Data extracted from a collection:
========================

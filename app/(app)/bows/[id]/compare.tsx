import { useLocalSearchParams } from 'expo-router';

import { CompareScreen } from '@/components/compare/compare-screen';

export default function CompareBuilds() {
  const { id, builds } = useLocalSearchParams<{ id: string; builds?: string }>();
  return <CompareScreen bowId={Number(id)} initialBuilds={builds ? builds.split(',').map(Number) : []} />;
}
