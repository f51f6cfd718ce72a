import { useLocalSearchParams } from 'expo-router';

import { BowSharingScreen } from '@/components/shares/bow-sharing-screen';

export default function BowSharing() {
  const { id } = useLocalSearchParams<{ id: string }>();
  return <BowSharingScreen bowId={Number(id)} />;
}
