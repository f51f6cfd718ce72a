import { useLocalSearchParams } from 'expo-router';

import { lazyScreen } from '@/components/shell/lazy-screen';

const EditBowScreen = lazyScreen('EditBowScreen');

export default function EditBow() {
  const { id } = useLocalSearchParams<{ id: string }>();
  return <EditBowScreen bowId={Number(id)} />;
}
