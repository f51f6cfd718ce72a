import { useLocalSearchParams } from 'expo-router';

import { LevelScreen } from '@/components/level/level-screen';

export default function BowLevel() {
  const { id } = useLocalSearchParams<{ id: string }>();
  return <LevelScreen bowId={Number(id)} />;
}
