import { useLocalSearchParams } from 'expo-router';

import { lazyScreen } from '@/components/shell/lazy-screen';

const BowSharingScreen = lazyScreen('BowSharingScreen');

export default function BowSharing() {
  const { id } = useLocalSearchParams<{ id: string }>();
  return <BowSharingScreen bowId={Number(id)} />;
}
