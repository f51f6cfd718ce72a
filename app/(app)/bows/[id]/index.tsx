import { useLocalSearchParams } from 'expo-router';

import { lazyScreen } from '@/components/shell/lazy-screen';

const BowScreen = lazyScreen('BowScreen');

export default function Bow() {
  const { id } = useLocalSearchParams<{ id: string }>();
  return <BowScreen bowId={Number(id)} />;
}
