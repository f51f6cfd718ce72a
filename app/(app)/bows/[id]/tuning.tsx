import { useLocalSearchParams } from 'expo-router';

import { TuningScreen } from '@/components/tuning/tuning-screen';

export default function BowTuning() {
  const { id } = useLocalSearchParams<{ id: string }>();
  return <TuningScreen bowId={Number(id)} />;
}
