import { useLocalSearchParams } from 'expo-router';

import { BowScreen } from '@/components/bows/bow-screen';

export default function Bow() {
  const { id } = useLocalSearchParams<{ id: string }>();
  return <BowScreen bowId={Number(id)} />;
}
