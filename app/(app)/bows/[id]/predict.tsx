import { useLocalSearchParams } from 'expo-router';

import { lazyScreen } from '@/components/shell/lazy-screen';

const PredictScreen = lazyScreen('PredictScreen');

export default function PredictBuild() {
  const { id, from } = useLocalSearchParams<{ id: string; from?: string }>();
  return <PredictScreen bowId={Number(id)} startFromBuildId={from ? Number(from) : undefined} />;
}
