import { useLocalSearchParams } from 'expo-router';

import { lazyScreen } from '@/components/shell/lazy-screen';

const CompareScreen = lazyScreen('CompareScreen');

export default function CompareBuilds() {
  const { id, builds } = useLocalSearchParams<{ id: string; builds?: string }>();
  return <CompareScreen bowId={Number(id)} initialBuilds={builds ? builds.split(',').map(Number) : []} />;
}
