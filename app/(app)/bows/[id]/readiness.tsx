import { useLocalSearchParams } from 'expo-router';

import { lazyScreen } from '@/components/shell/lazy-screen';

const ReadinessScreen = lazyScreen('ReadinessScreen');

export default function BowReadiness() {
  const { id } = useLocalSearchParams<{ id: string }>();
  return <ReadinessScreen bowId={Number(id)} />;
}
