import { useLocalSearchParams } from 'expo-router';

import { ReadinessScreen } from '@/components/level/readiness-screen';

export default function BowReadiness() {
  const { id } = useLocalSearchParams<{ id: string }>();
  return <ReadinessScreen bowId={Number(id)} />;
}
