def draw_network(network, *, expand_layers: bool = False, orientation: str = "down",
                 title: str | None = None) -> Picture:
    """Draw ``network`` (a Network or a Scenario) and return a :class:`Picture`.

    The figure's size follows the network (about 2.7 in between points in a row and 1.75 in
    between rows), so labels stay legible however many points there are; scale it on the page.
    Every label takes the free place nearest its point or its link's symbol (see
    ``_place_labels``). ``orientation``: ``"down"`` (boundaries on top) or ``"right"``
    (boundaries on the left).
    """
    if orientation not in ("down", "right"):
        raise InputError(f"orientation must be 'down' or 'right', got {orientation!r}",
                         "orientation")
    from matplotlib.figure import Figure

    g = network_graph(network, expand_layers=expand_layers)
    pos = network_layout(g, orientation)
    xy = np.array(list(pos.values())) if pos else np.zeros((1, 2))
    x0, y0 = xy.min(axis=0) - np.array([1.45, 0.85])
    x1, y1 = xy.max(axis=0) + np.array([1.55, 0.75])
    head = 0.35 if title else 0.0
    from .plotting.style import styled

    with styled(_LOOK):
        fig = Figure(figsize=(x1 - x0, y1 - y0 + head))
        ax = fig.add_axes((0, 0, 1, (y1 - y0) / (y1 - y0 + head)))
        ax.set_xlim(x0, x1)
        ax.set_ylim(y0, y1)
        ax.set_aspect("equal")
        ax.axis("off")
        texts: dict = {}
        labels: list = []
        lines: list = []
        boxes: list = []
        _draw_edges(ax, g, pos, labels, lines, texts)
        source_labels: list = []
        _draw_sources(ax, g, pos, texts, lines, source_labels)
        point_labels: list = []
        for p, d in g.nodes(data=True):     # after the lines: a capacitor turns away from them
            _draw_point(ax, p, d, pos[p], point_labels, boxes, lines)
            texts[p] = f"{d['label']}: {d.get('detail', '')}"
        # the points' names and details first (each has its usual place), the sources', the links'
        _place_labels(ax, point_labels + source_labels + labels, boxes, lines, ((x0, x1), (y0, y1)))
        if title:
            fig.text(0.02, 1 - 0.2 / (y1 - y0 + head), title, ha="left", va="center",
                     fontsize=_FONT + 2, fontweight="bold", color=_INK)
    return Picture(fig, g, pos, texts, orientation)


# -- label placement ------------------------------------------------------------------------
# Every label has a few candidate places (beside its point, or along its link on either side);
# they are taken greedily, each at the cheapest place: overlapping a label already placed or a
# symbol costs most, a line running under it costs by the length covered, a place away from
# the preferred one costs a little. The boxes are the renderer's own extents of the texts.
# (Force-directed repelling moves a label off its link and adds leader lines; a library that
# places texts around points knows nothing of our symbols; hence this small search.)
_STEP = 0.02            # [in] spacing of the points a line is sampled at for the placement
_PAD = 0.03             # [in] clearance kept around a label
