"""Fit capacities, resistances and starting states of a scenario to a logged temperature record.

A *log* is a table: a time column (seconds, or ISO-8601 timestamps) and temperature columns.
Columns named like a node (or mapped to one) are *measured*: the model is fitted to them. Columns
named like a boundary (or mapped to one) *drive* the model: the boundary follows the log (linear
between samples) instead of its profile in the scenario. The model starts at the log's first row;
with ``simulation.start`` and a log with timestamps, the scenario's own profiles are read from
(first timestamp - start) on (:class:`rcsim.profiles.Shifted`).

Any numeric value of the scenario can be *freed* by its key path (``nodes.block.capacity``,
``links.skin.resistance``, ``links.wall.parts[1].conduction.thickness``, ``nodes.block.initial``,
``boundaries.room.temperature``). The fit is weighted least squares
(:func:`scipy.optimize.least_squares`, trust-region reflective) on

    r_i = (T_measured(t_i) - T_model(t_i; theta)) / sigma_column

over every finite measured value. Values that must be positive (capacities, resistances, lengths,
...) are fitted as their logarithm, so they stay positive; temperatures and powers are fitted as
they are. Several starts guard against local minima.

Uncertainty comes from the Jacobian J at the optimum (the usual linearisation, as in
:func:`scipy.optimize.curve_fit` with ``absolute_sigma=False``)::

    cov = s^2 (J^T J)^-1,     s^2 = sum(r^2) / (n - p)

The standard error of a log-scale value x = ln(theta) gives std_error(theta) = theta * se(x) (the
delta method) and the interval exp(x +- t_{0.975,n-p} se(x)), which stays positive.

Speed: on a linear network the model runs on the exact modal path. Freed initial temperatures and
constant boundary temperatures or source powers enter the output linearly and leave the
eigen-decomposition as it is, so it is reused (and their Jacobian columns are exact differences);
only values that change capacities or conductances need a new decomposition. Networks the exact
path cannot take go through :meth:`rcsim.Network.simulate` per evaluation.

A fit supports, and never replaces, qualification testing and professional judgement: check the
fitted model against data it was not fitted to before predicting with it.
"""

from __future__ import annotations

import dataclasses
import math
import os
import re
import time as _time
import warnings
from collections import OrderedDict
from dataclasses import dataclass, field

import numpy as np
import pandas as pd

from .errors import DataError, InputError, RcsimWarning, ScenarioError, SolverError
from .materials import suggest
from .profiles import Constant, Shifted, Table, read_time_series
from .scenario import Scenario, load, loads, parse_key_path, quantity_kind
from .units import KINDS, to_si, ureg

__all__ = ["fit", "FitResult", "FitWarning", "Log", "read_log", "parse_bound"]

#: Lag-1 autocorrelation of residuals above which the model is called too simple (common
#: practice: a Durbin-Watson statistic below about 1, i.e. r1 above about 0.5).
AUTOCORRELATION_LIMIT = 0.5
#: |correlation| between two estimates above which they are reported as not separable.
CORRELATION_LIMIT = 0.95
#: A log-scale estimate whose 95 % interval spans more than this factor is called not identifiable.
WIDE_FACTOR = 4.0
#: A temperature estimate whose 95 % half-width exceeds this [K] is called not identifiable.
WIDE_KELVIN = 2.0

#: A positive value without bounds is kept within this factor of its starting value.
LOG_RANGE = 1e6

_TIME_NAMES = {"time", "t", "timestamp", "datetime", "date", "seconds", "elapsed", "time_s"}
_NA_TOKENS = {"", "nan", "na", "n/a", "null", "none", "-", "--"}
_LINEAR_KINDS = {"temperature", "temperature_difference", "power"}
_CHUNK_ELEMENTS = 400_000
_PENALTY = 1e6  # residual [K/sigma] given to a trial value the model cannot run


class FitWarning(RcsimWarning):
    """A fit is doubtful: values not identifiable, correlated, residuals autocorrelated, gaps."""
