/**
 * Piece k's sum of several terms at times[j..end-1]. Where mu s > 1/4 and every term's small exponent
 * stays within the series' range, each split term e^{-(p mu + x) s} - 1 is (e^{-mu s})^p e^{-x s} - 1
 * (at least 0.22 in size, so computed without cancellation), with e^{-mu s} carried from time to time by
 * the shared steps and recomputed every REANCHOR_STEPS times; elsewhere each term is its own expm1.
 */
function evaluateTerms(form: PiecewiseForm, piece: number, times: Float64Array, j: number, end: number, qOut: Float64Array, offset: number, steps: Float64Array | undefined): void {
  const { starts, startQ, termFirst, c, nu, muPower, rest, mu } = form;
  const low = starts[piece];
  const q0 = startQ[piece];
  const first = termFirst[piece];
  const stop = termFirst[piece + 1];
  let series = steps !== undefined && mu !== Infinity;
  const longest = times[end - 1] - low;
  for (let m = first; m < stop && series; m++) if (muPower[m] < 0 || rest[m] * longest > 0.015625) series = false;
  if (!series) {
    for (let i = j; i < end; i++) {
      const s = times[i] - low;
      let value = q0;
      for (let m = first; m < stop; m++) value -= c[m] * expm1Small(-nu[m] * s);
      qOut[offset + i] = value;
    }
    return;
  }
  // Through s^5 when every small exponent stays within 2^-10 on the run, else through s^7.
  let quick = true;
  for (let m = first; m < stop; m++) if (rest[m] * longest > 0.0009765625) quick = false;
  // Within the first quarter of a repair time each term is its own expm1 (there e^{-nu s} - 1 is small
  // and the split would cancel); the times are in order, so those come first in the run.
  const early = low + 0.25 / mu;
  let split = j;
  while (split < end && times[split] <= early) {
    const s = times[split] - low;
    let value = q0;
    for (let m = first; m < stop; m++) value -= c[m] * expm1Small(-nu[m] * s);
    qOut[offset + split] = value;
    split++;
  }
  if (split === end) return;
  const shared = steps as Float64Array;
  let decay = Math.exp(-mu * (times[split] - low));
  let taken = 0;
  if (stop - first === 2 && muPower[first] === 0 && muPower[first + 1] === 1) {
    // One repair transient (the usual case): the steady term and the transient term.
    const c0 = c[first];
    const x0 = rest[first];
    const c1 = c[first + 1];
    const x1 = rest[first + 1];
    // In blocks of REANCHOR_STEPS times: e^{-mu s} computed at the block's first time, then carried.
    for (let block = split; block < end; block += REANCHOR_STEPS) {
      const stopAt = Math.min(end, block + REANCHOR_STEPS);
      let carried = Math.exp(-mu * (times[block] - low));
      if (quick) {
        for (let i = block; i < stopAt; i++) {
          if (i > block) carried *= shared[i];
          const s = times[i] - low;
          const y0 = -x0 * s;
          const y1 = -x1 * s;
          const steady = y0 * (1 + y0 * (0.5 + y0 * (1 / 6 + y0 * (1 / 24 + y0 * (1 / 120)))));
          const own = y1 * (1 + y1 * (0.5 + y1 * (1 / 6 + y1 * (1 / 24 + y1 * (1 / 120)))));
          qOut[offset + i] = q0 - c0 * steady - c1 * (carried * (1 + own) - 1);
        }
      } else {
        for (let i = block; i < stopAt; i++) {
          if (i > block) carried *= shared[i];
          const s = times[i] - low;
          qOut[offset + i] = q0 - c0 * series7(-x0 * s) - c1 * (carried * (1 + series7(-x1 * s)) - 1);
        }
      }
    }
    return;
  }
  if (stop - first === 4 && muPower[first] === 0 && muPower[first + 1] === 1 && muPower[first + 2] === 1 && muPower[first + 3] === 2) {
    // Two repair transients at once (two items tested together): the steady term, one term per
    // transient, and their product.
    const c0 = c[first];
    const c1 = c[first + 1];
    const c2 = c[first + 2];
    const c3 = c[first + 3];
    const x0 = rest[first];
    const x1 = rest[first + 1];
    const x2 = rest[first + 2];
    const x3 = rest[first + 3];
    for (let block = split; block < end; block += REANCHOR_STEPS) {
      const stopAt = Math.min(end, block + REANCHOR_STEPS);
      let carried = Math.exp(-mu * (times[block] - low));
      for (let i = block; i < stopAt; i++) {
        if (i > block) carried *= shared[i];
        const s = times[i] - low;
        const e0 = quick ? series5(-x0 * s) : series7(-x0 * s);
        const e1 = quick ? series5(-x1 * s) : series7(-x1 * s);
        const e2 = quick ? series5(-x2 * s) : series7(-x2 * s);
        const e3 = quick ? series5(-x3 * s) : series7(-x3 * s);
        qOut[offset + i] = q0 - c0 * e0 - c1 * (carried * (1 + e1) - 1) - c2 * (carried * (1 + e2) - 1) - c3 * (carried * carried * (1 + e3) - 1);
      }
    }
    return;
  }
  for (let i = split; i < end; i++) {
    const s = times[i] - low;
    if (i > split) {
      if (++taken === REANCHOR_STEPS) {
        decay = Math.exp(-mu * s);
        taken = 0;
      } else {
        decay *= shared[i];
      }
    }
    // Powers of e^{-mu s} up to the fourth (two or more repair transients at once give the higher ones).
    const decay2 = decay * decay;
    const decay3 = decay2 * decay;
    const decay4 = decay2 * decay2;
    let value = q0;
    for (let m = first; m < stop; m++) {
      const small = quick ? series5(-rest[m] * s) : series7(-rest[m] * s);
      const power = muPower[m];
      if (power === 0) value -= c[m] * small;
      else value -= c[m] * ((power === 1 ? decay : power === 2 ? decay2 : power === 3 ? decay3 : power === 4 ? decay4 : decay ** power) * (1 + small) - 1);
    }
    qOut[offset + i] = value;
  }
}
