import type { FaultTreeDraft } from '../model-graph';

/**
 * An invented fault tree of about `nodeCount` cards for the canvas benchmark: 2oo3 voting groups of rate
 * events under OR gates, with a common-cause group per voting group.
 */
export function syntheticFaultTree(nodeCount: number): FaultTreeDraft {
  // Each voting group is 1 gate + 3 events + 1 group card; one OR gate per 8 voting groups; one top.
  const groups = Math.max(1, Math.floor((nodeCount - 1) / (5 + 1 / 8)));
  const events: FaultTreeDraft['events'][number][] = [];
  const gates: FaultTreeDraft['gates'][number][] = [];
  const ccf: NonNullable<FaultTreeDraft['ccf']>[number][] = [];
  const branches: string[] = [];
  for (let group = 0; group < groups; group++) {
    const members = [1, 2, 3].map((channel) => `D${group}-${channel}`);
    for (const id of members) events.push({ id, lambdaDU: 1e-7 * (1 + (group % 7)), lambdaDD: 4e-7, mttrHours: 8, proofTest: { intervalHours: 8760 } });
    gates.push({ id: `V${group}`, type: 'atLeast', k: 2, inputs: members });
    ccf.push({ id: `C${group}`, members, beta: 0.05, model: 'beta' });
    if (group % 8 === 0) branches.push(`B${branches.length}`);
  }
  branches.forEach((branch, index) => {
    gates.push({ id: branch, type: 'or', inputs: gates.filter((gate, at) => gate.type === 'atLeast' && Math.floor(at / 8) === index).map((gate) => gate.id) });
  });
  gates.push({ id: 'TOP', type: 'or', inputs: branches });
  return { format: 'proofline/model', version: 1, name: 'Benchmark tree', kind: 'fault-tree', mission: { hours: 87_600, demand: 'low' }, events, gates, ccf, top: 'TOP' };
}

========================

§ TASK TO CARRY OUT:
Begin with the line above that has "Speed: on a" and continue through the line that has "from collections import OrderedDict", setting each one down exactly. Stop there.

§ ANSWER TO THIS EXERCISE:
Speed: on a linear network the model runs on the exact modal path. Freed initial temperatures and
constant boundary temperatures or source powers enter the output linearly and leave the
eigen-decomposition as it is, so it is reused (and their Jacobian columns are exact differences);
only values that change capacities or conductances need a new decomposition. Networks the exact
path cannot take go through :meth:`rcsim.Network.simulate` per evaluation.

A fit supports, and never replaces, qualification testing and professional judgement: check the
fitted model against data it was not fitted to before predicting with it.
"""

from __future__ import annotations

import dataclasses
import math
import os
import re
import time as _time
import warnings
from collections import OrderedDict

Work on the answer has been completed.